The parser can be logically divided into 4 stages:
- db: when it grabs articles’ metadata directly from the database;
- xml: when it grabs articles’ metadata from the xml structure associated to each article;
- md: when it parses the content (markdown) of an article, retrieving information from it;
- normalization: when it computes inferred values or does simplifications to the article built.
Each stage is represented by a function in the file parser/parser.py
.
Public methods
The only public method the module exports is parse(article)
. It receives and
parses an article as it is retrieved from the wiki, and returns a dictionary
with the proper output. It encapsulates the stages mentioned above.
Private methods
Each private method implements one of the stages defined above. Their rationale follow.
_parse_db(article) => db_article
Retrieves (and returns) the relevant information from article
, directly from
the database structure implied from Django.
_parse_xml(xml_content) => xml_article
Retrieves and returns relevant xml tags from the article’s content. Might do some manipulations with the tags (such as popping them out of a nested structure).
_parse_md(md_content) => md_article
Sets up and calls a LL(*) parser (ANTLR grammar) that retrieves relevant information from the markdown itself.
Although not strictly imposed, it seems like a good police to not compute extra results after the parsing is done, contrary to what is done with the previous methods. The parser itself should handle the creation of new values.
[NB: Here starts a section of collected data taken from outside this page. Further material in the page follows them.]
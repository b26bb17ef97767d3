/**
 * Walks: one inspector's pass over a level, and the level's units with their state.
 * POST /jobs/:jobId/walks                        inspector, GC manager (Idempotency-Key; optional id made on the phone) → 201 WalkDetail
 * GET  /jobs/:jobId/walks                        inspector, GC manager; filters levelId, inspectorId, open
 * GET  /jobs/:jobId/walks/:walkId                inspector, GC manager → WalkDetail (with coverage)
 * POST /jobs/:jobId/walks/:walkId/finish         the walk's inspector or a GC manager → WalkDetail
 * GET  /jobs/:jobId/levels/:levelId/walk-units   inspector, GC manager → WalkUnitsResponse
 * Subcontractors get 403: walks and unit states show every company's findings.
 * Reads and writes: server/services/walks.ts (unit states: services/walkUnits.ts).
 */
import { Router } from 'express';
import type { z } from 'zod';
import { createWalkSchema, finishWalkSchema, walkLevelParamsSchema, walkListQuerySchema, walkParamsSchema, walkUnitsQuerySchema } from '../../shared/schemas/findings';
import { jobParamsSchema } from '../../shared/schemas/setup';
import { notFound } from '../errors';
import { valid, validate } from '../middleware/validate';
import { policy } from '../policies';
import { idempotentWrite } from '../services/idempotency';
import { pageRequest } from '../services/paging';
import { inTransaction, sequelizeOf } from '../services/records';
import { finishWalk, listWalks, startWalk, walkDetail, walkUnitsOf } from '../services/walks';

const WALK_ROLES = ['gc_manager', 'inspector'] as const;

export function walksRouter(): Router {
  const router = Router();

  router.post('/jobs/:jobId/walks', policy.jobMember(WALK_ROLES), validate({ params: jobParamsSchema, body: createWalkSchema }), async (req, res) => {
    const body = valid<z.infer<typeof createWalkSchema>>(req.valid.body);
    const { job, role } = req.membership!;
    await idempotentWrite(req, res, async (transaction) => {
      const detail = await startWalk({ sequelize: sequelizeOf(req), transaction, jobId: job.id, actor: { id: req.user!.id, role } }, body.levelId, body.id);
      return { status: 201, body: detail };
    });
  });

  router.get('/jobs/:jobId/walks', policy.jobMember(WALK_ROLES), validate({ params: jobParamsSchema, query: walkListQuerySchema }), async (req, res) => {
    const query = valid<z.infer<typeof walkListQuerySchema>>(req.valid.query);
    const page = pageRequest(req, { sort: '-startedAt', value: 'timestamp' });
    res.json(await listWalks(sequelizeOf(req), req.membership!.job.id, query, page));
  });

  router.get('/jobs/:jobId/walks/:walkId', policy.jobMember(WALK_ROLES), validate({ params: walkParamsSchema }), async (req, res) => {
    const { walkId } = valid<z.infer<typeof walkParamsSchema>>(req.valid.params);
    const walk = await walkDetail(sequelizeOf(req), req.membership!.job.id, walkId);
    if (!walk) throw notFound('Walk not found.');
    res.json(walk);
  });

  router.post(
    '/jobs/:jobId/walks/:walkId/finish',
    policy.jobMember(WALK_ROLES),
    validate({ params: walkParamsSchema, body: finishWalkSchema }),
    async (req, res) => {
      const { walkId } = valid<z.infer<typeof walkParamsSchema>>(req.valid.params);
      const { job, role } = req.membership!;
      const detail = await inTransaction(req, (transaction) =>
        finishWalk({ sequelize: sequelizeOf(req), transaction, jobId: job.id, actor: { id: req.user!.id, role } }, walkId),
      );
      res.json(detail);
    },
  );

  router.get(
    '/jobs/:jobId/levels/:levelId/walk-units',
    policy.jobMember(WALK_ROLES),
    validate({ params: walkLevelParamsSchema, query: walkUnitsQuerySchema }),
    async (req, res) => {
      const { levelId } = valid<z.infer<typeof walkLevelParamsSchema>>(req.valid.params);
      const query = valid<z.infer<typeof walkUnitsQuerySchema>>(req.valid.query);
      const page = () => pageRequest(req, { sort: 'tag', value: 'text' });
      res.json(await walkUnitsOf(sequelizeOf(req), req.membership!.job.id, levelId, query, page));
    },
  );

  return router;
}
The grammar used is defined in Article.g4
.
The parser’s generation needs an installation of ANTLR (which although easy is out of the scope of this document). Afterwards the process of generating it should be very streamlined. Notice that with the current implementation, there is no need to generate a parse tree listener not visitor.
Disclaimer: Currently this function does nothing. It used to, and thus we decided to leave it be for reference.
_normalize(article) => normalized_article
This function is used to ensure that the result of a parse is a well defined structure. Again, it might compute new values from the previous computed ones. No other stages have the ability to compute values based on others that are not from their stage only. This restriction is lifted in the normalizer.
Wrap up
After the execution of the first three methods, they are joined together and the result is normalized. The normalized article structure is then returned.